Collected data entries:
################

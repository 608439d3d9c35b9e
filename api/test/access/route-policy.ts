import { DemoRole } from '@swapwright/seed-data';

/**
 * Who may call each route: the one declared decision per route the access suites check the running app against.
 * Keys are `METHOD /path` exactly as the app registers them (Express patterns, `:param`). A route the app
 * registers that is missing here fails the access suite by itself: a new route needs a line here first.
 *
 * - `public`: no sign-in needed (anonymous gets through the gate; the route itself checks its token or signature).
 * - `signed-in`: any member of the shop, whatever the role.
 * - a list of roles: only those; every other role is refused with 403, anonymous with 401.
 */
export type Access = 'public' | 'signed-in' | readonly DemoRole[];

const OWNER = ['owner'] as const;
const ALL: readonly DemoRole[] = ['owner', 'estimator', 'fabricator', 'counter', 'customer'];
const STAFF: readonly DemoRole[] = ['owner', 'estimator', 'fabricator', 'counter'];
const SALES: readonly DemoRole[] = ['owner', 'estimator'];
const BUILDERS: readonly DemoRole[] = ['owner', 'estimator', 'fabricator'];
const STOCK_KEEPERS: readonly DemoRole[] = ['owner', 'estimator', 'counter'];
const COUNTER_DESK: readonly DemoRole[] = ['owner', 'counter'];
const MEASURERS: readonly DemoRole[] = ['owner', 'fabricator'];
const PHOTO_ADDERS: readonly DemoRole[] = ['owner', 'fabricator', 'customer'];
const CUSTOMER_ONLY: readonly DemoRole[] = ['customer'];

const CATALOG_KINDS = [
  'engines',
  'oil-pans',
  'oil-pickups',
  'oil-pumps',
  'transmissions',
  'chassis',
  'controllers',
  'mount-adapters',
  'bellhousing-adapters',
  'belts',
] as const;

const catalogRoutes = Object.fromEntries(
  CATALOG_KINDS.flatMap((kind) => [
    [`GET /api/catalog/${kind}`, STAFF],
    [`POST /api/catalog/${kind}`, STOCK_KEEPERS],
    [`GET /api/catalog/${kind}/:id`, STAFF],
    [`PATCH /api/catalog/${kind}/:id`, STOCK_KEEPERS],
    [`DELETE /api/catalog/${kind}/:id`, STOCK_KEEPERS],
  ]),
) as Record<string, Access>;

export const ROUTE_POLICY: Record<string, Access> = {
  // The API's own documentation and the load balancer's probe.
  'GET /api/docs': 'public',
  'GET /api/docs/': 'public',
  'GET /api/docs/index.html': 'public',
  'GET /api/docs/LICENSE': 'public',
  'GET /api/docs/swagger-ui-init.js': 'public',
  'GET /api/docs/docs/swagger-ui-init.js': 'public',
  'GET /api/docs-json': 'public',
  'GET /api/docs-yaml': 'public',
  'GET /api/health': 'public',

  // Sign-in and sign-up: public by nature; each checks its own token, password or link.
  'POST /api/auth/sign-up': 'public',
  'POST /api/auth/sign-up/confirm': 'public',
  'POST /api/auth/sign-in': 'public',
  'POST /api/auth/refresh': 'public',
  'POST /api/auth/sign-out': 'public',
  'POST /api/auth/password-reset/request': 'public',
  'POST /api/auth/password-reset/confirm': 'public',
  'POST /api/invitations/accept': 'public',
  'GET /api/auth/me': 'signed-in',

  // The shop and its people.
  'GET /api/shops/current': 'signed-in',
  'PATCH /api/shops/current': OWNER,
  'GET /api/memberships': OWNER,
  'PATCH /api/memberships/:id': OWNER,
  'DELETE /api/memberships/:id': OWNER,
  'GET /api/invitations': OWNER,
  'POST /api/invitations': OWNER,
  'POST /api/invitations/:id/resend': OWNER,
  'DELETE /api/invitations/:id': OWNER,
  'GET /api/dev/mail': OWNER,
  'GET /api/audit-events': OWNER,
  'GET /api/jobs': OWNER,
  'POST /api/jobs/:id/retry': OWNER,

  'GET /api/customers': STAFF,
  'POST /api/customers': SALES,
  'GET /api/customers/:id': STAFF,
  'PATCH /api/customers/:id': SALES,
  'DELETE /api/customers/:id': SALES,

  // Projects: customers read their own (the service scopes them; another's is not found).
  'GET /api/projects': ALL,
  'POST /api/projects': SALES,
  'GET /api/projects/:id': ALL,
  'PATCH /api/projects/:id': BUILDERS,
  'DELETE /api/projects/:id': SALES,

  ...catalogRoutes,
  // Starting a shop's catalog from the sample: the owner's decision for the whole shop.
  'POST /api/catalog/sample': OWNER,

  // Fit checks.
  'POST /api/projects/:id/fit-reports': BUILDERS,
  'GET /api/projects/:id/fit-reports': ALL,
  'GET /api/fit-reports/compare': ALL,
  'POST /api/fit-reports/what-if': STAFF,
  'GET /api/fit-reports/:id': ALL,
  'GET /api/projects/:id/fit-selections': STAFF,
  'PUT /api/projects/:id/fit-selections': BUILDERS,
  'PATCH /api/projects/:id/fit-selections': BUILDERS,
  'GET /api/fit-settings': STAFF,
  'PUT /api/fit-settings': OWNER,

  // Measurement sheets and photos.
  'GET /api/projects/:id/measurement-sheet': ALL,
  'PUT /api/projects/:id/measurement-sheet/values/:pointId': MEASURERS,
  'POST /api/projects/:id/measurement-sheet/sign-off': MEASURERS,
  'POST /api/projects/:id/measurement-sheet/photos': PHOTO_ADDERS,
  'GET /api/measurement-photos/:id/file': ALL,
  'DELETE /api/measurement-photos/:id': PHOTO_ADDERS,
  'POST /api/measurement-photos/:id/accept': MEASURERS,
  'GET /api/chassis/:chassisId/measurement-template': STAFF,
  'PUT /api/chassis/:chassisId/measurement-template': MEASURERS,
  'GET /api/measurement-settings': STAFF,
  'PUT /api/measurement-settings': OWNER,

  // Parts, stock and the counter.
  'GET /api/parts': STAFF,
  'GET /api/parts/export.csv': STAFF,
  'POST /api/parts/import/preview': STOCK_KEEPERS,
  'POST /api/parts/import': STOCK_KEEPERS,
  'POST /api/parts': STOCK_KEEPERS,
  'GET /api/parts/:id': STAFF,
  'PATCH /api/parts/:id': STOCK_KEEPERS,
  'PUT /api/parts/:id/stock': STOCK_KEEPERS,
  'DELETE /api/parts/:id': STOCK_KEEPERS,
  'GET /api/suppliers': STAFF,
  'POST /api/suppliers': STOCK_KEEPERS,
  'PATCH /api/suppliers/:id': STOCK_KEEPERS,
  'DELETE /api/suppliers/:id': STOCK_KEEPERS,
  'POST /api/projects/:projectId/parts-plans': SALES,
  // Customers read their own projects' plans, in the customer's view (the service scopes them; another's is not found).
  'GET /api/projects/:projectId/parts-plans': ALL,
  'GET /api/parts-plans': STAFF,
  'GET /api/parts-plans/:id': ALL,
  'POST /api/parts-plans/:id/lock': SALES,
  'GET /api/parts-plans/:id/counter-lines': STAFF,
  'GET /api/parts-plans/:id/pick-list.csv': STAFF,
  'POST /api/counter-lines/:id/reserve': COUNTER_DESK,
  'POST /api/counter-lines/:id/release': COUNTER_DESK,
  'POST /api/counter-lines/:id/issue': COUNTER_DESK,
  'POST /api/counter-lines/:id/return': COUNTER_DESK,
  'POST /api/parts-plans/:id/issue': COUNTER_DESK,
  'POST /api/counter-lines/:id/mark': COUNTER_DESK,
  'POST /api/counter-lines/:id/receive': COUNTER_DESK,

  // Labor, quotes and payments.
  'GET /api/labor-operations': STAFF,
  'POST /api/labor-operations': SALES,
  'PATCH /api/labor-operations/:id': SALES,
  'DELETE /api/labor-operations/:id': SALES,
  'GET /api/projects/:projectId/quotes': ALL,
  'POST /api/projects/:projectId/quotes': SALES,
  'GET /api/quotes': SALES,
  'GET /api/quotes/notifications': SALES,
  'GET /api/quotes/:id': ALL,
  'PATCH /api/quotes/:id': SALES,
  'POST /api/quotes/:id/send': SALES,
  'POST /api/quotes/:id/start-own-build': SALES,
  'POST /api/quotes/:id/answer': CUSTOMER_ONLY,
  'GET /api/quotes/:id/compare': ALL,
  'GET /api/quotes/:id/pdf': ALL,
  'POST /api/quotes/:id/deposit': CUSTOMER_ONLY,
  'GET /api/quote-settings': SALES,
  'PUT /api/quote-settings': OWNER,
  // The link in the customer's e-mail is the credential: a signed, expiring token in the path.
  'GET /api/quote-links/:token': 'public',
  'POST /api/quote-links/:token/answer': 'public',
  'GET /api/quote-links/:token/pdf': 'public',
  'POST /api/quote-links/:token/deposit': 'public',
  // Signed by the payment provider (checked against PAYMENT_WEBHOOK_SECRET).
  'POST /api/payments/webhook': 'public',

  // Work orders: the people who build (start, record checks, finish) read and run them.
  'GET /api/work-orders': BUILDERS,
  'GET /api/work-orders/:id': BUILDERS,
  'POST /api/work-orders/:id/start': BUILDERS,
  'POST /api/work-orders/:id/checks': BUILDERS,
  'POST /api/work-orders/:id/checks/:checkKey/photos': BUILDERS,
  'POST /api/work-orders/:id/finish': BUILDERS,
  'GET /api/work-order-photos/:id/file': ALL,
  // A wrong check photo is removed by the people who add them (a finished work order keeps its photos).
  'DELETE /api/work-order-photos/:id': BUILDERS,
  'GET /api/projects/:projectId/work-order': BUILDERS,
};

export const DEMO_ROLES: readonly DemoRole[] = ALL;

export function allowedRoles(access: Access): readonly DemoRole[] {
  if (access === 'public' || access === 'signed-in') return ALL;
  return access;
}
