import { Button, Form, Input } from 'antd';
import type { Session } from '@/lib/api-types';
import { FormErrorAlert } from '@/components/form-error-alert';
import { useAcceptInvitation } from '../api/accept-invitation';
import { confirmPasswordRules, passwordRules } from './password-rules';

export type AcceptInviteFormProps = { token: string; onAccepted?: (session: Session) => void };

export function AcceptInviteForm({ token, onAccepted }: AcceptInviteFormProps) {
  const accept = useAcceptInvitation({ onSuccess: onAccepted });

  return (
    <Form<{ name: string; password: string; confirm: string }>
      layout="vertical"
      requiredMark={false}
      aria-label="Accept invitation"
      onFinish={({ name, password }) => accept.mutate({ token, name: name.trim(), password })}
    >
      <FormErrorAlert
        error={accept.error}
        messages={{ invitation_invalid: 'This invitation has expired or was already used. Ask the shop owner to send a new one.' }}
      />
      <Form.Item label="Your name" name="name" rules={[{ required: true, whitespace: true, message: 'Enter your name' }, { max: 120 }]}>
        <Input autoComplete="name" autoFocus />
      </Form.Item>
      <Form.Item label="Password" name="password" rules={passwordRules} hasFeedback>
        <Input.Password autoComplete="new-password" />
      </Form.Item>
      <Form.Item label="Repeat password" name="confirm" dependencies={['password']} rules={confirmPasswordRules()} hasFeedback>
        <Input.Password autoComplete="new-password" />
      </Form.Item>
      <Button type="primary" htmlType="submit" block loading={accept.isPending}>
        Join the shop
      </Button>
    </Form>
  );
}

################

Work instructions:
Look through the preceding entries for the word "deposit". Report how many lines hold it, and only that number.

Answer section:
2